Никто, никто не знает, какое лицо было у Вар-Раввана в тот миг, когда его подняли, как из гроба, из кордегардии на лифостротон. Этот человек ни на что в мире не мог надеяться, ни на какое чудо. Поэтому он шел, ведомый за правую здоровую руку Марком Крысобоем, и только молчал и улыбался. Улыбка эта была совершенно глупа и беззуба, а до допроса у Марка-центуриона Вар-Равван освещал зубным сиянием свой разбойный путь. Вывихнутая левая рука его висела как палка, и уже не ревом, а стоном, визгом покрыла толпа такую невиданную улыбку, забросала финиками и бронзовыми деньгами.
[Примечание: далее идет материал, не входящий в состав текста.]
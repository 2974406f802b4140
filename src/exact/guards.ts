import { requireArgument } from "../misuse.js";
import { ExactOperator } from "./operator.js";
import { Surd } from "./surd.js";
import { ExactVector } from "./vector.js";

/** What plain JavaScript may hand to the functions on exact numbers, refused with an error that says what belongs there. */

/** @throws GoodBasisError `option` */
export function requireOperator(verb: string, came: unknown): void {
  const next = "make one with ExactOperator.from, or take the exact of an Operator";
  requireArgument(came instanceof ExactOperator, verb, "an ExactOperator", came, next);
}

/** @throws GoodBasisError `option` */
export function requireVector(verb: string, came: unknown): void {
  requireArgument(came instanceof ExactVector, verb, "an ExactVector", came, "make one with ExactVector.from");
}

/** @throws GoodBasisError `option` */
export function requireVectors(verb: string, came: unknown): void {
  const good = Array.isArray(came) && came.every((vector) => vector instanceof ExactVector);
  requireArgument(good, verb, "a list of ExactVectors", came, "make each with ExactVector.from");
}

/** @throws GoodBasisError `option` */
export function requireNumbers(verb: string, came: unknown): void {
  const good = Array.isArray(came) && came.every((x) => x instanceof Surd);
  requireArgument(good, verb, "a list of Surds", came, "make each with Surd.from");
}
Только раз в год под великий праздник мог видеть народ человека, ночевавшего уже в объятиях смерти и вернувшегося на лифостротон.
— Ну, спасибо тебе, Назарей, — вымолвил Вар, шамкая, — замели тебя вовремя!
Улыбка Раввана была так трогательна, что передалась Иешуа, и он ответил, про все забыв:
— Прямо радуюсь я с тобой, добрый бандит, — иди, живи!
И Равван, свободный как ветер, с лифостротона, как в море, бросился в гущу людей, лезущих друг на друга, и в нем пропал[21].
Чтобы занять себя, Левий долго перебирал в памяти все известные ему болезни и очень хотел, чтобы какая-нибудь нашлась бы так-таки у Иешуа. Но чахотки самой верной так-таки и не было, да и других тоже. Тогда он, открывая очень осторожно правый глаз, минуя холм, смотрел на восток и начинал надеяться, что там туча. Но одной тучи мало. Нужно еще, чтобы она пришла на холм, нужно, чтобы гроза началась, а когда гроза начнется, и этого мало, нужно, чтобы молния ударила, да ударила именно в крест Иешуа. О, нет. Тут было мало шансов. Тогда Левий начинал терзаться мыслью о своей ошибке. Нужно было не бежать раньше процессии на холм, а именно следовать рядом, прилипши к солдатской цепи. И, несмотря на бдительность римлян, все-таки можно было как-нибудь прорваться, добежать, ударить Иешуа в сердце ножом... А теперь поздно.